Besondere Verhältnisse (Art. 58 ff. SIA-Norm 118)

Als besondere Verhältnisse im Sinne von Art. 58 – 61 SIA-Norm 118 gelten:

Tatsächliche (Umstände oder Sachverhalte) oder rechtliche Verhältnisse, die

  • erst nach Vertragsschluss eintreten
  • für den Unternehmer erst nach Vertragsschluss zu Tage treten

Erschwerung einer zu festem Preis übernommen Bauleistung durch Mehrkosten

  • Fragestellung
    • Anspruch auf Mehrvergütung?
    • Anspruch auf Vertragsauflösung
  • Das gesetzliche Werkvertragsrecht befasst sich in OR 373 mit dieser Thematik
  • Zum Thema des „festen Preises“ vgl. auch Fester Preis (Art. 38 SIA-Norm 118)

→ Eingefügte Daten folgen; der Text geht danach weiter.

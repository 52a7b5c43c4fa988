/** The parts of the window that F6 goes round; each carries `data-region` and can take the focus. */

export function toNextRegion(step: 1 | -1): void {
  const regions = [...document.querySelectorAll<HTMLElement>('[data-region]')];
  const at = regions.findIndex((region) => region.contains(document.activeElement));
  const next = regions[(at + step + regions.length) % regions.length];
  next?.focus();
}

/** The drawing takes the keys, or the part that it stands in where there is none. */
export function toDrawing(): void {
  const drawing = document.querySelector<HTMLElement>('.scene-stage');
  (drawing ?? document.querySelector<HTMLElement>('.view-panel'))?.focus();
}
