/** Which changes might answer a finding. Whether they do, and what else they do, is found out by assessing. */
import type { Assessment } from '../assessment.ts';
import type { Catalogues } from '../catalogue/model.ts';
import type { Finding } from '../findings/model.ts';
import type { Bar, BarId, Crossing } from '../layout/model.ts';
import type { Edit } from '../project/edit.ts';
import type { Bay, Join, Pattern, Recipe } from '../project/model.ts';
import { shortlist } from '../shortlist/shortlist.ts';

export interface Proposal {
  readonly label: string;
  readonly detail: string;
  readonly edits: readonly Edit[];
}

export function proposalsFor(
  assessment: Assessment,
  finding: Finding,
  catalogues: Catalogues,
): readonly Proposal[] {
  switch (finding.kind) {
    case 'too slender in service':
      return [
        ...joinTheCrossings(assessment, finding.bars),
        ...boltToLines(assessment, finding.bars),
        ...tieLinesOf(assessment, finding.bars),
        ...turnTheLeg(assessment, finding.bars),
        ...otherSections(assessment, finding, catalogues),
      ];
    case 'too slender to handle':
      return handlingSections(assessment, finding, catalogues);
    case 'crossing unmarked':
      return finding.crossing && isBetweenDiagonals(assessment, finding.crossing)
        ? markCrossing(assessment, finding.crossing)
        : markLines(assessment, finding.bay);
    case 'hold without a holder':
      return [
        ...tieHolder(assessment, finding),
        ...withdrawClaim(assessment, finding),
        ...crossOpenPanels(assessment, finding),
      ];
    case 'clash':
      return passEachOther(assessment, finding);
    case 'no partner':
      return [...changePattern(assessment, finding, 'crossed', 'Cross the panel'), countOnBoth(finding.bars)];
    case 'beam takes the pull':
      return [...changePattern(assessment, finding, 'crossed', 'Cross the tier'), countOnBoth(finding.bars)];
    case 'sag':
      return [
        ...hangFromLines(assessment, finding.bars),
        ...joinTheCrossings(assessment, finding.bars),
        ...heavier(assessment, finding, catalogues),
      ];
    case 'override in force':
      return [
        {
          label: 'Take the override away',
          detail: 'back to the length found from the marks',
          edits: [{ kind: 'bars', bars: finding.bars, change: {}, clear: ['overrides'] }],
        },
      ];
    case 'section unknown':
      return nearestSections(assessment, finding);
    case 'packer differs':
      return packTheGap(finding);
    case 'bay can move':
      return crossOpenPanels(assessment, finding);
    case 'hold weaker than claimed':
      return weldTheCrossing(finding);
    case 'rule unsafe here':
    case 'twist governs':
      return [...turnTheLeg(assessment, finding.bars), ...otherSections(assessment, finding, catalogues)];
    case 'both diagonals squeezed':
    case 'loses support when the partner goes slack':
    case 'steep or flat':
    case 'no length left':
      return [];
    default:
      return finding.kind satisfies never;
  }
}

Hinsichtlich der besonderen Verhältnisse ist im Einzelnen zu beachten:

Grundsätzliches

Grundlagen

  • Werkvertrag
  • Vertragliche Übernahme der SIA-Norm 118
  • 58 SIA-Norm 118

Voraussetzungen für die Anwendung der Regeln zu den besonderen Verhältnissen

  • Grundsatz > Unternehmer hat die geschuldete Leistung zum vereinbarten Preis zu erbringen, ohne Anspruch auf zusätzliche Vergütung
    • Festpreisabrede
      • Anwendung nur auf Werkverträge mit festen Preisen (Art. 38 Abs. 1)
    • Höhere Ausführungskosten
      • Mehr Arbeit oder mehr Auslagen
    • Kein Verschulden des Bauherrn
      • siehe aber nachfolgend (Bauherrenverschulden)
    • Vorbehalt
      • Sonderfälle von Art. 59 – 61 SIA-Norm 118
        • Ausserordentliche Umstände
        • Ungünstige Witterungsverhältnisse
        • Stilllegung von Baustellen aus marktwirtschaftlichen Gründen
  • Ausnahme > Bauherrenverschulden
    • Zusatzvergütung
      • Anspruch auf zusätzliche Vergütung
    • Verschuldensgründe
      • Mangelhafte Angaben des Bauherrn in den Bauausschreibungsunterlagen über den Baugrund
      • Voraussetzungen
        • Bauherrenvertretung
        • Bauherrenfachkundigkeit
        • Sachverständigenvertretung
    • Höhe
      • Die Höhe der zusätzlichen Vergütung bestimmt sich im Rahmen der sinngemäss anzuwendenden Art. 86 -91 (Art. 58 Abs. 2, 1. Satz)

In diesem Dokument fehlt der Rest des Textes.